Written evidence submitted by Green Alliance (TPW0071)
Environment, Food and Rural Affairs Committee call for evidence on tree planting and woodland
Green Alliance is a charity and independent think tank, focused on ambitious leadership for the environment. With a track record of over 40 years, Green Alliance has worked with the most influential leaders from the NGO and business communities. Green Alliance’s work generates new thinking and dialogue, and has increased political action and support for environmental solutions in the UK.
This response to questions 1, 2 and 5 in the call for evidence is based on analysis carried out by Green Alliance and originally reported in our 2019 publication Cutting the climate impact of land use available here: https://www.green-alliance.org.uk/resources/Cutting_climate_impact_of_land_use.pdf
Green Alliance carried out analysis into the measures required in the next 10 years for the agriculture and related land use sector to be on track to meet its voluntary target of net zero by 2040. Amongst other important measures on peat restoration and diet, the analysis showed that 70,000 hectares of new woodland is required each year up to 2030 to be on track for the 2040 target. This is considerably higher than the government’s current target of 30,000 hectares a year by 2025.
In the UK, agriculture and land use account for around 11 per cent of total emissions, and emission from these sectors have not fallen since 2008. The sector has a vital role to play in reaching net zero in the UK by 2050. Currently, UK forests, which account for 13 per cent of UK land area, are a net carbon sink (-13.7MtCO2e per year in 2016). However, without further action the rate of carbon sequestration is expected to decline in future due to the reduced rate of sequestration in mature trees and the dramatic reduction in tree planting in recent years, to an average of 9,000 hectares per year in 2018., although this has increased recently, mainly due to increased planting in Scotland.
The Climate Change Committee estimates that rapid decarbonisation will only take place with afforestation rates of 50,000 hectares a year. This is not far off the peak afforestation rates the UK achieved in the 1970s. These high planting rates, assumed in the Committee’s ‘high biomass/natural peatland’ (HBP) scenario, as well as a greater share of forest brought into active management, would result in forestry providing a net sink of 15.2MtCO2e a year by 2030, of which 5.3MtCO2e a year would be from forests planted after 2016. As trees require about ten years to achieve a substantial sequestration rate, an immediate step change in tree planting rates is needed.

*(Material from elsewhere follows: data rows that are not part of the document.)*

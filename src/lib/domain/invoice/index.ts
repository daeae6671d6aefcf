/**
 * Invoice arithmetic and numbering: pure TypeScript, integer minor units. Totals follow EN 16931
 * BR-CO-10/13/14/15/16/17 (totals.ts), numbers Directive 2006/112/EC Article 226(2)
 * (numbering.ts), the month's VAT Articles 65 and 90 (ledger.ts).
 */
export {
	DOCUMENT_TYPE,
	SERIES_FOR_TYPE,
	NUMBER_WIDTH,
	documentKindLabel,
	documentYear,
	formatDocumentNumber,
	isDocumentTypeCode,
	missingNumbers,
	parseDocumentNumber,
	type DocumentTypeCode
} from './numbering';
export {
	documentTotals,
	documentViolations,
	grossByRate,
	linesFromPriceLines,
	lumpSumLines,
	payableTotal,
	splitByWeights,
	type DocumentLine,
	type DocumentLineInput,
	type DocumentTotals,
	type TotalsOptions
} from './totals';
export { vatCategoryOf, vatLedger, type LedgerDocument, type LedgerRow, type VatCategory, type VatRow } from './ledger';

Building on the work of the Committee on Climate Change (CCC) and the Royal Society, we show in “Cutting the climate impact of land use” (2019) that emissions from agriculture and related land use (excluding urban land use) could be cut by nearly 60 per cent by 2030, from 47MtCO2e in 2016 to approximately 19.6MtCO2e in 2030. This would put the sector on track to achieve net zero by 2040 and is achieved by:
A 40 per cent increase in the CCC’s recommended 50,000 hectares of new woodland per year, to 70,000 hectares per year;
Measures to sequester carbon in soils, and restore salt marshes;
Accelerating the shift to healthier, more sustainable diets, cutting red meat and dairy consumption by 30 per cent by 2030.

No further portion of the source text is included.